=== What you need to do ===
Go line by line through the listing below and copy those that hold "setPage".

=== Supplied material ===

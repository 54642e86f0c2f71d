import { useQuery } from '@tanstack/react-query';
import { useState } from 'react';
import { WAITING_WORDS, type WaitingKind } from '#shared/workflow/waiting';
import { ErrorPanel, Loading } from '../../../components/ui/feedback';
import { Pagination } from '../../../components/ui/pagination';
import { cn } from '../../../lib/cn';
import { waitingListQuery, WAITING_PAGE_SIZE } from '../api/waiting-queries';
import { KindMark, kindTone } from './kind-mark';
import { WaitingRow } from './waiting-row';

/** One kind of what waits for the person: its heading with the count, its items oldest first, paged. */
export function WaitingGroup({ kind, count }: { kind: WaitingKind; count: number }) {
  const [chosenPage, setPage] = useState(1);
  // Once others' work has shortened the list, a page past its end becomes its last page.
  const page = Math.min(chosenPage, Math.max(1, Math.ceil(count / WAITING_PAGE_SIZE)));
  const list = useQuery({ ...waitingListQuery(kind, page), enabled: count > 0 });
  const words = WAITING_WORDS[kind];
  const headingId = `waiting-${kind}`;
  return (
    <section aria-labelledby={headingId} data-waiting={kind} className="border-t border-rule pt-3 first:border-t-0 first:pt-0 dark:border-night-rule">
      <h3 id={headingId} className={cn('mb-1 flex items-center gap-2 border-l-[3px] pl-2 text-sm font-medium', kindTone(kind))}>
        <KindMark kind={kind} />
        {words.title}
        <span className="rounded-sm bg-paper px-1.5 text-xs text-ink tabular-nums dark:bg-night dark:text-night-ink">
          <span className="sr-only">: </span>
          {count}
        </span>
      </h3>
      {count === 0 ? (
        <p className="py-1 pl-3 text-sm text-ink-soft dark:text-night-ink-soft">
          <span aria-hidden="true" className="mr-1">
            ✓
          </span>
          {words.empty}
        </p>
      ) : list.isPending ? (
        <Loading what={`Fetching the ${words.title.toLowerCase()}`} />
      ) : list.isError ? (
        <ErrorPanel error={list.error} retry={() => void list.refetch()} />
      ) : (
        <div aria-busy={list.isPlaceholderData} className={cn('transition-opacity', list.isPlaceholderData && 'opacity-60')}>
          <ol aria-label={words.title}>
            {list.data.items.map((item) => (
              <WaitingRow key={`${item.kind}-${item.proposalId ?? `spec-${item.spec.id}`}`} item={item} />
            ))}
          </ol>
          {list.data.total > WAITING_PAGE_SIZE && <Pagination page={page} pageSize={WAITING_PAGE_SIZE} total={list.data.total} onPage={setPage} label={`${words.title}: pages`} />}
        </div>
      )}
    </section>
  );
}
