/** The form's submit button with the words of the last save (progress, result) beside it. */
import type { SubmitButtonProps } from '@rjsf/utils';
import { getSubmitButtonOptions } from '@rjsf/utils';
import { Button } from '../ui/button';
import { formContextOf } from './form-context';

export function SubmitButton({ uiSchema, registry }: SubmitButtonProps) {
  const { submitText, norender, props } = getSubmitButtonOptions(uiSchema);
  const { submitNote } = formContextOf(registry);
  if (norender) return null;
  return (
    <div className="sticky bottom-0 -mx-1 mt-2 flex flex-wrap items-center gap-3 border-t border-rule bg-paper/95 px-1 py-3 dark:border-night-rule dark:bg-night/95">
      <Button type="submit" disabled={props?.disabled === true}>
        {submitText}
      </Button>
      <div role="status" aria-live="polite" className="text-sm text-ink-soft dark:text-night-ink-soft">
        {submitNote}
      </div>
    </div>
  );
}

=== Finished task ===
  const [chosenPage, setPage] = useState(1);
          {list.data.total > WAITING_PAGE_SIZE && <Pagination page={page} pageSize={WAITING_PAGE_SIZE} total={list.data.total} onPage={setPage} label={`${words.title}: pages`} />}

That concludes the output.